European airline capacity continues slow climb as UK partially reopens
The UK has made its first, small, steps to reopening non-essential international services from 17-May-2021. Its green list of countries accounted for only 4.9% of total UK capacity in 2019, and includes countries where there is no reciprocal reopening (e.g. Australia) and where geopolitical risks have rapidly reduced demand (e.g. Israel).
Nevertheless, capacity between the UK and Portugal, the most significant green list market, will multiply by more than 19 times in the space of a fortnight. Total UK seat capacity is 1.8 times higher week-on-week in the week of 17-May-2021, but it is still 83.2% below 2019 levels.
Capacity in Europe overall is 66.6% below capacity in 2019. This rate of decline has now narrowed for four straight weeks, but Europe is still far behind other regions.

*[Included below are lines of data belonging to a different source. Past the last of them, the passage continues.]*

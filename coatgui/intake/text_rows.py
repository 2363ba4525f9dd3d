"""From the lines of a text file to rows: whole stretches of a table at once, anything else line by
line; cells in quotation marks that go on over a line's end are put together."""

from __future__ import annotations

import re
from collections.abc import Iterable, Iterator, Sequence
from itertools import islice

from coatgui.intake.complex_cells import opener
from coatgui.intake.cut import BLANKS, Cut
from coatgui.intake.errors import Unreadable
from coatgui.intake.numbers import line_pattern
from coatgui.intake.segments import MOST_ODD_ROWS, Piece, Segmenter, TextRow

_FEW, _MANY = 16, 2048
_MOST_EMPTY = 500_000
_MOST_JOINED = 20
_COMMENT = re.compile(r"^\s*(#+|%+|!+|//+|\*+)\s*")


def segment_text(lines: Iterable[str], cut: Cut) -> list[Piece]:
    """The pieces of a text file. Raises Unreadable."""
    return _Reader(lines, cut).pieces()


class _Reader:
    """Goes through the lines once; `_buffer` are lines looked at, from `_line` on."""

    def __init__(self, lines: Iterable[str], cut: Cut) -> None:
        self._lines, self._cut = iter(lines), cut
        if cut.pairs:
            self._lines = _opened(self._lines, cut.delimiter)
        self._buffer: list[str] = []
        self._line = 1
        self._empty = 0
        self._segmenter = Segmenter(cut.style)
        self._split = cut.splitter()
        self._between = None if cut.delimiter == BLANKS else cut.delimiter
        self._parted = line_pattern(cut.style, self._between or "").fullmatch
        opens = "" if self._between is None else rf"|{re.escape(cut.delimiter)}"
        self._opens = re.compile(rf'(?:^{opens})\s*"[^"]*$')
        self._closes = re.compile(rf'^[^"]*"\s*(?:${opens})')

    def pieces(self) -> list[Piece]:
        size = _FEW
        while self._fill(size):
            if self._segmenter.width and self._at_once(self._buffer[:size]):
                self._drop(size)
                size = min(2 * size, _MANY)
            elif size > _FEW:
                size = _FEW
            else:
                self._one_by_one(_FEW)
        return self._segmenter.finish()

    def _fill(self, size: int) -> bool:
        if len(self._buffer) < size:
            self._buffer += islice(self._lines, size - len(self._buffer))
        return bool(self._buffer)

    def _drop(self, count: int) -> None:
        self._line += min(count, len(self._buffer))
        del self._buffer[:count]

    # Whole stretches

    def _at_once(self, chunk: list[str]) -> bool:
        """Take lines that are all rows of the table under way; False, and nothing taken, where one
        may be something else."""
        numbers: Sequence[int] = range(self._line, self._line + len(chunk))
        if "" in chunk:
            filled = [i for i, line in enumerate(chunk) if line]
            self._count_empty(len(chunk) - len(filled))
            numbers, chunk = [self._line + i for i in filled], [chunk[i] for i in filled]
            if not chunk:
                return True
        text = "\n".join(chunk)
        between, style = self._between, self._cut.style
        if '"' in text:
            between = '"\x1f"'
            plain = _unquoted(chunk, self._between)
            if plain is None:
                return False
            text = plain
        elif self._cut.delimiter in (style.decimal_sign, style.thousands):
            return False
        # Python's numbers may hold underscores; other signs need a closer look.
        if "_" in text:
            return False
        if style.thousands and style.thousands in text:
            if not all(map(self._parted, chunk)):
                return False
            text = text.replace(style.thousands, "")
        elif style.decimal_sign == "," and "." in text:
            return False
        if style.decimal_sign == ",":
            text = text.replace(",", ".")
        cells = _cells(text, between, self._segmenter.width)
        return cells is not None and self._segmenter.stretch(numbers, cells)

    # Line by line

    def _one_by_one(self, count: int) -> None:
        at = 0
        while at < min(count, len(self._buffer)):
            line, raw = self._line + at, self._buffer[at]
            at += 1
            if not raw or raw.isspace():
                self._count_empty(1)
                continue
            if raw.count('"') % 2 and self._opens.search(raw):
                more = self._closing(at)
                raw = " ".join([raw, *self._buffer[at : at + more]])
                at += more
            found = _COMMENT.match(raw)
            if found:
                bare = raw[found.end() :]
                self._segmenter.text(TextRow(line, tuple(self._split(bare)), bare, comment=True))
                continue
            cells = self._split(raw)
            if any(cells):
                self._segmenter.row(line, cells, raw)
        self._drop(at)

    def _closing(self, at: int) -> int:
        """How many further lines a cell in quotation marks goes on for; none where it does not
        end."""
        self._fill(at + _MOST_JOINED)
        for i, line in enumerate(self._buffer[at : at + _MOST_JOINED], start=1):
            if '"' in line:
                if not self._closes.match(line):
                    return 0
                if not self._opens.search(line):
                    return i
        return 0

    def _count_empty(self, count: int) -> None:
        self._empty += count
        if self._empty > _MOST_EMPTY:
            raise Unreadable(f"The file has over {_MOST_EMPTY} empty lines: take them out.")


def _opened(lines: Iterator[str], delimiter: str) -> Iterator[str]:
    """Lines with their complex numbers written as two cells."""
    opened = opener(delimiter)
    count = 0
    for line in lines:
        plain = opened(line)
        count += plain != line
        if count > MOST_ODD_ROWS:
            raise Unreadable(f"The file has over {MOST_ODD_ROWS} complex numbers: split it.")
        yield plain


def _unquoted(chunk: list[str], between: str | None) -> str | None:
    """Lines whose cells all stand in quotation marks, with these still between the cells; None for
    any other."""
    if between is None or not all(line[0] == '"' == line[-1] for line in chunk):
        return None
    text = "\n".join(line[1:-1] for line in chunk).replace(f'"{between}"', '"\x1f"')
    return text if text.count('"') == 2 * text.count("\x1f") else None


def _cells(text: str, between: str | None, width: int) -> list[str] | None:
    """The cells of all lines, where each has so many; one more may stand empty at the end."""
    lines = text.split("\n")
    if between is None:
        return text.split() if {len(line.split()) for line in lines} == {width} else None
    marks = {line.count(between) for line in lines}
    if marks == {width} and all(line.endswith(between) for line in lines):
        text = text.replace(f"{between}\n", "\n").removesuffix(between)
    elif marks != {width - 1}:
        return None
    return text.replace("\n", between).split(between)
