"""From bytes to lines of cells: encoding, delimiter, decimal sign."""

from __future__ import annotations

import codecs
import csv
import re
from dataclasses import dataclass

LARGEST_FILE = 200_000_000

_POINT = re.compile(r"^[+−-]?(\d+\.?\d*|\.\d+)([eEdD][+−-]?\d+)?$")
_COMMA = re.compile(r"^[+−-]?(\d+,?\d*|,\d+)([eEdD][+−-]?\d+)?$")


class Unreadable(Exception):
    """A file that cannot be used; the message is one sentence for a person."""


@dataclass(frozen=True, slots=True)
class Grid:
    """The cells of a text file. `lines` are as many as the file has; empty ones are empty."""

    encoding: str
    delimiter: str
    decimal_sign: str
    lines: tuple[tuple[str, ...], ...]


def decode(data: bytes) -> tuple[str, str]:
    """Text and encoding. Raises Unreadable for what is no text."""
    if len(data) > LARGEST_FILE:
        raise Unreadable("The file is larger than 200 MB: split it.")
    for mark, name in (
        (codecs.BOM_UTF8, "utf-8-sig"),
        (codecs.BOM_UTF16_LE, "utf-16"),
        (codecs.BOM_UTF16_BE, "utf-16"),
    ):
        if data.startswith(mark):
            try:
                return data.decode(name), name
            except UnicodeDecodeError as error:
                raise Unreadable(
                    f"The file says it is {name} but breaks at byte {error.start}."
                ) from None
    if b"\x00" in data[:4096]:
        half = data[1:400:2].count(0) >= data[0:400:2].count(0)
        name = "utf-16-le" if half else "utf-16-be"
        try:
            text = data.decode(name)
        except UnicodeDecodeError:
            raise Unreadable("The file is not text: export the table as text.") from None
        if text.isprintable() or any(c in text for c in "\n\t"):
            return text, name
    try:
        return data.decode("utf-8"), "utf-8"
    except UnicodeDecodeError:
        pass
    if any(byte < 9 for byte in data[:4096]):
        raise Unreadable("The file is not text: export the table as text.")
    try:
        return data.decode("cp1252"), "cp1252"
    except UnicodeDecodeError:
        return data.decode("latin-1"), "latin-1"


def is_number(cell: str, decimal_sign: str) -> bool:
    return bool((_POINT if decimal_sign == "." else _COMMA).match(cell))


def to_number(cell: str, decimal_sign: str) -> float:
    """The number in a cell that `is_number` takes."""
    text = cell.replace("−", "-")
    if decimal_sign == ",":
        text = text.replace(",", ".")
    return float(text.replace("D", "e").replace("d", "e"))


def _split(text: str, delimiter: str) -> list[tuple[str, ...]]:
    if delimiter == " ":
        return [tuple(line.split()) for line in text.splitlines()]
    reader = csv.reader(text.splitlines(), delimiter=delimiter)
    try:
        return [tuple(cell.strip() for cell in row) for row in reader]
    except csv.Error:
        raise Unreadable("The file is not a table of text: a cell is far too long.") from None


def _trimmed(row: tuple[str, ...]) -> tuple[str, ...]:
    while row and not row[-1]:
        row = row[:-1]
    return row


def numeric_lines(lines: list[tuple[str, ...]], decimal_sign: str) -> int:
    """How many lines hold at least two numbers of this kind, and nothing that is half a number."""
    return sum(
        sum(is_number(cell, decimal_sign) for cell in row) >= 2 for row in lines if len(row) >= 2
    )


def cells(text: str, encoding: str) -> Grid:
    """Part text into cells. Delimiter and decimal sign are found together: the pair under which
    most lines hold the same number (three or more, or two) of numeric cells. Raises Unreadable
    where the text holds no table, or where two pairs make equal sense."""
    best: list[tuple[int, int, str, str, list[tuple[str, ...]]]] = []
    for delimiter in (";", "\t", ",", "|", " "):
        if delimiter != " " and delimiter not in text:
            continue
        lines = [_trimmed(row) for row in _split(text, delimiter)]
        for decimal_sign in (".", ","):
            if decimal_sign == delimiter:
                continue
            wide = numeric_lines(lines, decimal_sign)
            if wide < 3:
                continue
            width = _usual_width(lines, decimal_sign)
            # A comma that parts cells of whole numbers could as well be a decimal sign; a
            # delimiter whose cells hold no other candidate sign is the better account.
            best.append((wide, -abs(width - 3), delimiter, decimal_sign, lines))
    if not best:
        raise Unreadable("The file holds no table of numbers: nothing to read.")
    most = max(entry[0] for entry in best)
    good = [entry for entry in best if entry[0] >= 0.9 * most and entry[1] > -1000]
    order = {";": 0, "\t": 1, "|": 2, ",": 3, " ": 4}
    good.sort(
        key=lambda e: (
            -_consistency(e[4], e[3]),
            -_numeric_share(e[4], e[3]),
            order[e[2]],
            -_signs(e[4], e[3]),
        )
    )
    _, _, delimiter, decimal_sign, lines = good[0]
    return Grid(encoding, delimiter, decimal_sign, tuple(lines))


def _usual_width(lines: list[tuple[str, ...]], decimal_sign: str) -> int:
    widths = [len(row) for row in lines if sum(is_number(c, decimal_sign) for c in row) >= 2]
    return max(set(widths), key=widths.count) if widths else 0


def _consistency(lines: list[tuple[str, ...]], decimal_sign: str) -> float:
    """Share of the numeric lines that have the usual width and hold only numbers and words."""
    rows = [row for row in lines if sum(is_number(c, decimal_sign) for c in row) >= 2]
    width = _usual_width(lines, decimal_sign)
    other = "," if decimal_sign == "." else "."
    whole = sum(
        len(row) == width
        and not any(is_number(c, other) and not is_number(c, decimal_sign) for c in row)
        for row in rows
    )
    return round(whole / len(rows), 2)


def _numeric_share(lines: list[tuple[str, ...]], decimal_sign: str) -> float:
    """Share of numeric cells on numeric lines: parted wrongly, cells are half numbers."""
    rows = [row for row in lines if sum(is_number(c, decimal_sign) for c in row) >= 2]
    number = sum(is_number(c, decimal_sign) for row in rows for c in row)
    return round(number / max(sum(len(row) for row in rows), 1), 2)


def _signs(lines: list[tuple[str, ...]], decimal_sign: str) -> int:
    """How many cells use the decimal sign: what is used is what is meant."""
    return sum(decimal_sign in c for row in lines for c in row if is_number(c, decimal_sign))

The next weakest is Middle East, where capacity is down by 49.8% versus 2019, while Africa is down by 46.6%, Latin America by 40.8%, Asia Pacific by 35.1%, and North America by 31.8%.
Summary:
- Europe has 11.2 million seats vs 33.4 million in the same week of 2019 – down 67%.
- Europe is still far behind other regions, but the gap has narrowed a little.
- Eastern/Central Europe is at a higher percentage of 2019 capacity than Western Europe.
- Greece and Portugal have highest percentage of 2019 seats among leading Western European nations.
- UK–Portugal capacity is growing rapidly, but UK is still on only 17% of 2019 capacity.